Start of RECORDS SHOWN
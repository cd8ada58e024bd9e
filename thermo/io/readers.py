"""Read a phonon DOS table (text, CSV or .xlsx) into a :class:`RawTable`.

The reader only turns a file into numbers; physical checks (ordering,
negative values, number of points) live in :mod:`thermo.preparation.validation`.

Accepted layouts
----------------
* text with columns separated by whitespace (spaces and/or tabs), commas or
  semicolons; the separator is detected once per file from the first data
  row.  The decimal mark is always ``.``;
* text in UTF-8 (with or without a byte-order mark) or UTF-16 (with a
  byte-order mark, or plain ASCII content saved as UTF-16);
* ``.xlsx`` workbooks (recognised by their zip signature): the first sheet or
  the one chosen by name or number; text rows above the header row (titles)
  are kept as comments;
* comment lines start with ``#``, ``!`` or ``%`` (after optional blanks);
  blank lines are skipped;
* an optional header row: the first non-comment row, if any of its cells is
  not a number.

The frequency unit is taken only from the first header cell, from a commented
header row, or from an explicit statement in a comment (``# frequency unit:
THz``, ``# frequencies in cm-1``, ``# nu (meV)``).  A unit merely mentioned in
a comment (``# smearing sigma = 2 cm-1``) is never taken; it is recorded in
:attr:`RawTable.unit_mentions` so that callers can ask for the unit.

Column 1 is the frequency, column 2 the total DOS, further columns partial
DOS.  Every problem raises :class:`thermo.errors.DosInputError` with a one-line
message naming the file, line and column.
"""

from __future__ import annotations

import hashlib
import math
import re
from dataclasses import dataclass, field
from itertools import compress, count, repeat
from operator import itemgetter, not_
from pathlib import Path

import numpy as np

from ..errors import DosInputError
from .decoding import decode_text
from ..units import guess_unit_from_text
from .unit_statements import HEADER_CELL, frequency_unit
from .workbook import xlsx_rows, xlsx_titles
from .fastpath import chunked_array
from .fastpath import fast_array as _fast_array
from .limits import MAX_ROWS, check_column_count, check_row_count, check_xlsx_size

#: Characters that start a comment line.
COMMENT_CHARS = ("#", "!", "%")

_XLSX_MAGIC = b"PK\x03\x04"
_NUMBER = re.compile(r"[+-]?(?:\d+\.?\d*|\.\d+)(?:[eEdD][+-]?\d+)?")
_NOT_FINITE = re.compile(r"[+-]?(?:nan|inf|infinity)", re.IGNORECASE)
_DECIMAL_COMMA = re.compile(r"[+-]?\d+,\d+")
_LINE_BREAK = re.compile(r"\r\n|\r|\n")
# Breaks that str.splitlines honours besides \r\n, \r and \n.
_OTHER_BREAKS = "\v\f\x1c\x1d\x1e\x85\u2028\u2029"



@dataclass(frozen=True)
class RawTable:
    """Numbers of a DOS file before any physical check.

    Attributes
    ----------
    data : numpy.ndarray, shape (rows, cols)
        All numeric cells [file units]; ``cols >= 2``.
    names : list of str
        Column names from the header row, else ``"frequency"``, ``"total"``,
        ``"column 3"``, ...
    header_unit : str or None
        Frequency unit stated by the first header cell or a comment line
        (canonical name, see :mod:`thermo.units`), else None.
    source : str
        Display name of the input (file name or ``"<text>"``).
    sha256 : str
        Hex SHA-256 of the raw bytes read.
    line_numbers : list of int
        1-based file line (sheet row for .xlsx) of each data row.
    comments : list of str
        Comment lines, stripped of surrounding blanks.
    unit_mentions : tuple of (int, str)
        ``(line, unit)`` of frequency units a comment mentions without
        stating them as the frequency unit (not used for ``header_unit``).
    sheet : str or None
        Name of the worksheet read (.xlsx), else None.
    """

    data: np.ndarray
    names: list
    header_unit: str | None
    source: str
    sha256: str
    line_numbers: list = field(default_factory=list)
    comments: list = field(default_factory=list)
    unit_mentions: tuple = ()
    sheet: str | None = None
End of RECORDS SHOWN
EXERCISE:
Wherever the line holding "from ..units import guess_unit_from_text" falls in the entries above, copy exactly from it through the line holding "unit_mentions : tuple of (int, str)", inclusive, and add nothing.

RESULT OF THIS TASK:
from ..units import guess_unit_from_text
from .unit_statements import HEADER_CELL, frequency_unit
from .workbook import xlsx_rows, xlsx_titles
from .fastpath import chunked_array
from .fastpath import fast_array as _fast_array
from .limits import MAX_ROWS, check_column_count, check_row_count, check_xlsx_size

#: Characters that start a comment line.
COMMENT_CHARS = ("#", "!", "%")

_XLSX_MAGIC = b"PK\x03\x04"
_NUMBER = re.compile(r"[+-]?(?:\d+\.?\d*|\.\d+)(?:[eEdD][+-]?\d+)?")
_NOT_FINITE = re.compile(r"[+-]?(?:nan|inf|infinity)", re.IGNORECASE)
_DECIMAL_COMMA = re.compile(r"[+-]?\d+,\d+")
_LINE_BREAK = re.compile(r"\r\n|\r|\n")
# Breaks that str.splitlines honours besides \r\n, \r and \n.
_OTHER_BREAKS = "\v\f\x1c\x1d\x1e\x85\u2028\u2029"



@dataclass(frozen=True)
class RawTable:
    """Numbers of a DOS file before any physical check.

    Attributes
    ----------
    data : numpy.ndarray, shape (rows, cols)
        All numeric cells [file units]; ``cols >= 2``.
    names : list of str
        Column names from the header row, else ``"frequency"``, ``"total"``,
        ``"column 3"``, ...
    header_unit : str or None
        Frequency unit stated by the first header cell or a comment line
        (canonical name, see :mod:`thermo.units`), else None.
    source : str
        Display name of the input (file name or ``"<text>"``).
    sha256 : str
        Hex SHA-256 of the raw bytes read.
    line_numbers : list of int
        1-based file line (sheet row for .xlsx) of each data row.
    comments : list of str
        Comment lines, stripped of surrounding blanks.
    unit_mentions : tuple of (int, str)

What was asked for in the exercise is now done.